╭─ SOURCE RECORDS

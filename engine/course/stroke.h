// A freehand stroke made into a few points that a course can be drawn through.
//
// A pointer gives hundreds of places, unevenly spaced and with a tremor. In order:
//   1. places nearer together than half a step are dropped; the rest is resampled at even steps of length;
//   2. the stroke is closed if a place near its end comes close to one near its start; what overshoots is cut
//   off;
//   3. corners: where the directions to the places an arm's length before and after make a large angle that
//   does not
//      shrink with the arm (the k-cosine of Rosenfeld and Johnston 1973, Angle detection on digital curves);
//   4. the tremor is smoothed between corners without shrinking bends (Taubin 1995, Curve and surface
//   fairing);
//   5. points are chosen as by Ramer (1972) and by Douglas and Peucker (1973), first against chords, then
//   against the
//      spline that will join them, until no place of the stroke is further than `tolerance_mm` from the line.
#pragma once

#include <vector>

#include "engine/numeric/result.h"
#include "engine/scenario/scenario.h"

namespace lw {

struct StrokeSettings {
  double tolerance_mm = 3.0;  // > 0; how far the line may leave the stroke
  double closing_mm = 40.0;   // ends nearer than this are one place
  double corner_deg = 50.0;   // a sharper turn is a corner
  double length_least_mm = 50.0;
};

/// What goes into a Course: points_mm, corners, closed.
struct Stroke {
  bool closed = false;
  std::vector<Point> points_mm;  // rounded to 0.1 mm
  std::vector<int> corners;
};

/// Errors: fewer than two places, a place that is not a finite number, a stroke shorter than length_least_mm.
Result<Stroke> simplify_stroke(const std::vector<Point>& places_mm, const StrokeSettings& settings);

}  // namespace lw
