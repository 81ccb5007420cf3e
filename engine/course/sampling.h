// What pieces and drawn points have in common on their way to a centreline.
#pragma once

#include <string>

#include "engine/course/angles.h"
#include "engine/course/centreline.h"

namespace lw {

inline constexpr double pitch_aim = 1e-3;            // m between two samples
inline constexpr double nodes_most = 200000.0;       // longer courses are sampled more coarsely
inline constexpr double course_length_most = 1e3;    // m; the pitch is then 5 mm
inline constexpr double course_length_least = 0.01;  // m
inline constexpr double radius_least = 1e-3;         // m; also never below the pitch
inline constexpr double on_sample = 1e-6;            // samples; a joint this near to one lies on it

/// Length, pitch and an empty node for every sample. Errors: too short, too long.
Result<Centreline> blank_centreline(double length, bool closed);

/// A number as a message shows it, six significant digits at most.
std::string rounded_text(double value);

/// "course.pieces[3]": the third key of a list, counted from 0 as in the scenario text.
std::string place_text(const char* list, std::size_t index);

/// The course laid out of exact pieces, or drawn through points: nodes but for their reach, corners,
/// sections.
Result<Centreline> lay_pieces(const Course& course);
Result<Centreline> join_points(const Course& course);

/// Fills in Node::reach for every node; window in m as in Centreline.
void find_reach(Centreline& line);

/// Sections of a course whose curvature changes gradually: runs of nearly straight, and of bend by side and
/// tightness.
std::vector<CourseSection> sections_of(const Centreline& line);

}  // namespace lw
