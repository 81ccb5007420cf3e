// The local reach: how far from the curve a place may lie before it could be nearer to another part of it.
//
// The circle through P touching the curve at Q (normal n, tangent there) has the radius |P - Q|^2 / (2 |n .
// (P - Q)|). The smallest such radius over all P bounds the largest disc that touches the curve at Q and
// holds nothing of it (Federer 1959, Curvature measures, theorem 4.18); its limit for P -> Q is the radius of
// curvature.
#include <algorithm>
#include <cmath>
#include <vector>

#include "engine/course/sampling.h"

namespace lw {
namespace {

constexpr double stride_aim = 4e-3;  // m between the samples that are compared
constexpr double reach_most = 1e3;   // m; what a straight course gets
constexpr double prudence = 0.95;    // for what lies between the samples
constexpr std::size_t around = 2;    // strides on either side of which the least counts

/// Samples at the stride, with the neighbours a window reaches repeated beyond both ends.
struct Samples {
  std::size_t stride = 1, count = 0, reach_back = 0, reach_on = 0;
  std::vector<double> x, y;  // reach_back before, count, reach_on after
};

Samples take_samples(const Centreline& line) {
  Samples t;
  const std::size_t n = line.nodes.size();
  t.stride = std::max<std::size_t>(1, static_cast<std::size_t>(std::rint(stride_aim / line.pitch)));
  t.count = (n + t.stride - 1) / t.stride;
  const double strides = std::ceil(line.window / (line.pitch * static_cast<double>(t.stride)));
  const std::size_t window = static_cast<std::size_t>(std::min(strides, static_cast<double>(t.count)));
  t.reach_back = line.closed ? std::min(window, (t.count - 1) / 2) : 0;
  t.reach_on = t.reach_back;
  for (std::size_t i = t.count - t.reach_back; i < 2 * t.count + t.reach_on; ++i) {
    const Node& node = line.nodes[(i % t.count) * t.stride];
    t.x.push_back(node.x);
    t.y.push_back(node.y);
  }
  if (!line.closed) t.reach_back = t.reach_on = window;
  return t;
}

/// The largest 1/radius of circles through the samples [from, to) that touch the curve at `node`.
double tightest(const Node& node, const Samples& t, std::size_t from, std::size_t to) {
  double most = 0.0;
  for (std::size_t j = from; j < to; ++j) {
    const double dx = t.x[j] - node.x, dy = t.y[j] - node.y;
    const double across = std::fabs(dy * node.tangent_x - dx * node.tangent_y);
    const double q = 2.0 * across / (dx * dx + dy * dy + 1e-30);
    most = q > most ? q : most;
  }
  return most;
}

std::vector<double> reach_of_samples(const Centreline& line, const Samples& t) {
  std::vector<double> reach(t.count);
  for (std::size_t i = 0; i < t.count; ++i) {
    const Node& node = line.nodes[i * t.stride];
    const std::size_t from = line.closed ? i : i - std::min(i, t.reach_back);
    const std::size_t to =
        line.closed ? i + t.reach_back + t.reach_on + 1 : std::min(t.count, i + t.reach_on + 1);
    const double most = std::max(tightest(node, t, from, to), std::fabs(node.curvature));
    reach[i] = most * reach_most > 1.0 ? 1.0 / most : reach_most;
  }
  return reach;
}

}  // namespace

void find_reach(Centreline& line) {
  const Samples t = take_samples(line);
  std::vector<double> reach = reach_of_samples(line, t);
  const auto wrapped = [&](std::size_t i) {  // i counted from `count`, so that it may lie before the start
    if (line.closed) return i % t.count;
    return std::min(std::max(i, t.count), 2 * t.count - 1) - t.count;
  };
  for (const double s : line.corners) {
    const auto at = static_cast<std::size_t>(s / (line.pitch * static_cast<double>(t.stride)));
    for (std::size_t i = t.count + at - around; i <= t.count + at + around + 1; ++i) reach[wrapped(i)] = 0.0;
  }
  for (std::size_t i = 0; i < line.nodes.size(); ++i) {
    const std::size_t at = t.count + i / t.stride;
    double least = reach_most;
    for (std::size_t j = at - around; j <= at + around + 1; ++j) least = std::min(least, reach[wrapped(j)]);
    line.nodes[i].reach = prudence * least;
  }
}

}  // namespace lw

╰─

### EXERCISE OBJECTIVE
If a line of the entries holds the word "closed", copy it out.

### ANSWER BOX
//   2. the stroke is closed if a place near its end comes close to one near its start; what overshoots is cut
/// What goes into a Course: points_mm, corners, closed.
  bool closed = false;
Result<Centreline> blank_centreline(double length, bool closed);
  t.reach_back = line.closed ? std::min(window, (t.count - 1) / 2) : 0;
  if (!line.closed) t.reach_back = t.reach_on = window;
    const std::size_t from = line.closed ? i : i - std::min(i, t.reach_back);
        line.closed ? i + t.reach_back + t.reach_on + 1 : std::min(t.count, i + t.reach_on + 1);
    if (line.closed) return i % t.count;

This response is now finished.